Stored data
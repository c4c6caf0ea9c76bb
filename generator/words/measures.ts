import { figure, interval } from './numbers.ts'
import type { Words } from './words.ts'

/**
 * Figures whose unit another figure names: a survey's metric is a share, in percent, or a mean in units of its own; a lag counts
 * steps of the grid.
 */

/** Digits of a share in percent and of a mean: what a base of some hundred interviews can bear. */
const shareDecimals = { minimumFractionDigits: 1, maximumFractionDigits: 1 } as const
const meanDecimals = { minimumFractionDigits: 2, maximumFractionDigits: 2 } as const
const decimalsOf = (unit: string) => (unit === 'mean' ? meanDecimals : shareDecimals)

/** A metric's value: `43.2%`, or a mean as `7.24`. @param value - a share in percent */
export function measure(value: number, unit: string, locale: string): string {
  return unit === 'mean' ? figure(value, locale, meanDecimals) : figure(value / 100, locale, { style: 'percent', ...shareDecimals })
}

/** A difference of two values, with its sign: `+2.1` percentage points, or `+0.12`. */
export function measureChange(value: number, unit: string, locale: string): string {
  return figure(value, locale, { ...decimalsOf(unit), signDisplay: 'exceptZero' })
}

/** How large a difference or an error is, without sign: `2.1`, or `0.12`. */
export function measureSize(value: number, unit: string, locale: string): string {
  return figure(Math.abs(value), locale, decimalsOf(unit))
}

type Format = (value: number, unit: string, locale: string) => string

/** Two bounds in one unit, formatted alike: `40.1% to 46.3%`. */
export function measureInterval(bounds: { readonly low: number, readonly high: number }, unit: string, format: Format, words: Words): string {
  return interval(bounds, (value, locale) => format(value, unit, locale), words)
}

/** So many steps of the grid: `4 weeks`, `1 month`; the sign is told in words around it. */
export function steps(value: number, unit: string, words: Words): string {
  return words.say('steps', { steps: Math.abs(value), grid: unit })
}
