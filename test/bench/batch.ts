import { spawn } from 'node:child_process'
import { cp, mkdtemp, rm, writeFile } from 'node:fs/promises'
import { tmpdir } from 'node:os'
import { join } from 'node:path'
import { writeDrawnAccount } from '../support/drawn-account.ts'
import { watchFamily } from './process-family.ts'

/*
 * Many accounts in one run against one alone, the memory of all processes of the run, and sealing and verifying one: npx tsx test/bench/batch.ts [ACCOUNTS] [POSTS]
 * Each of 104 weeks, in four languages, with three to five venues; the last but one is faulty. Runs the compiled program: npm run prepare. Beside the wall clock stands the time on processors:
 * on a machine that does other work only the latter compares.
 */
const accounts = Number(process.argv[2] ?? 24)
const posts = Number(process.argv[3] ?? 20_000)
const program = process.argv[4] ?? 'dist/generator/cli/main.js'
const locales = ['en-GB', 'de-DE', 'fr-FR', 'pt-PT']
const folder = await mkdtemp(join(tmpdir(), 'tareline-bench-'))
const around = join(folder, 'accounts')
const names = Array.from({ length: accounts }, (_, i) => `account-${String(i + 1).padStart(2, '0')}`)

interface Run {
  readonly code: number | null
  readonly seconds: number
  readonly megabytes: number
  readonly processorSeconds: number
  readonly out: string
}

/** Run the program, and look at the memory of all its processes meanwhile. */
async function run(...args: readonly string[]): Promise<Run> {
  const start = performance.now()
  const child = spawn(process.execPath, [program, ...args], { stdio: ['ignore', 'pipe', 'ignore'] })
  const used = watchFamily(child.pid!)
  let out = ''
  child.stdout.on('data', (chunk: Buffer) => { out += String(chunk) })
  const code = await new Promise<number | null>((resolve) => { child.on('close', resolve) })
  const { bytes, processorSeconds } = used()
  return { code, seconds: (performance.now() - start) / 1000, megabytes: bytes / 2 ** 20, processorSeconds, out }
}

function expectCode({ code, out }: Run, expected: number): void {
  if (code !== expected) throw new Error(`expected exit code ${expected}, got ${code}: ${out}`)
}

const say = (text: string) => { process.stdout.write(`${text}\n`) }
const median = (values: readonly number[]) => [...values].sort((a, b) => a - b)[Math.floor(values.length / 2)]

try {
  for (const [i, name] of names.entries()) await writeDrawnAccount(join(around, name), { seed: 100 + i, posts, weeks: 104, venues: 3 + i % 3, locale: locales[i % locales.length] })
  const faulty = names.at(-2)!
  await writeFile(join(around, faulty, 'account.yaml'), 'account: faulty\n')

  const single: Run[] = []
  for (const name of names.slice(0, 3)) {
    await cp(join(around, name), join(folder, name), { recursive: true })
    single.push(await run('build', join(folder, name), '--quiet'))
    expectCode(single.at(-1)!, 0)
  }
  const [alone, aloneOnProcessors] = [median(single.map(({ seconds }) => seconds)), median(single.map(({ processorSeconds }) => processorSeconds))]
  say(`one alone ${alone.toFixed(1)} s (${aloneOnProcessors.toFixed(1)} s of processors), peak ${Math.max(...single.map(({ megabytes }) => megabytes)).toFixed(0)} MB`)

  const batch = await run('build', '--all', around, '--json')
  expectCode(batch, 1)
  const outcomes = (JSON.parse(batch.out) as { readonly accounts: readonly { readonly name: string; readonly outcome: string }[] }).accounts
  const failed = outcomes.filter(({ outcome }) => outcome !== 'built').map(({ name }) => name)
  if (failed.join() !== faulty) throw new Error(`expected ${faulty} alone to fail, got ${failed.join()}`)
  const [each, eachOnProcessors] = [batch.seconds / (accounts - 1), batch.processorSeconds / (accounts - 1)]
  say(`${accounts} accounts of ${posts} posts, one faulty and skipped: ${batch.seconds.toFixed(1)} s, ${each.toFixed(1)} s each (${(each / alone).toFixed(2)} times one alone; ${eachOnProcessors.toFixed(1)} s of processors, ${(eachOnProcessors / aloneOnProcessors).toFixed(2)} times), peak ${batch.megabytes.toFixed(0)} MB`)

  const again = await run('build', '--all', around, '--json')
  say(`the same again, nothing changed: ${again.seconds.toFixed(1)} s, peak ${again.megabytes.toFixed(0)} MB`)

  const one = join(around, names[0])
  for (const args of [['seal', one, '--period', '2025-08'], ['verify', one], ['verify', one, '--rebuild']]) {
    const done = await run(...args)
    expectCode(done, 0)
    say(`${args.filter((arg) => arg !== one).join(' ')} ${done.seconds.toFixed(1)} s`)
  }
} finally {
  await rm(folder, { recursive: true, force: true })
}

> EXERCISE OBJECTIVE:
Count how many lines of the entries contain the word "return"; only the number should appear in the reply.

> RESULT:
6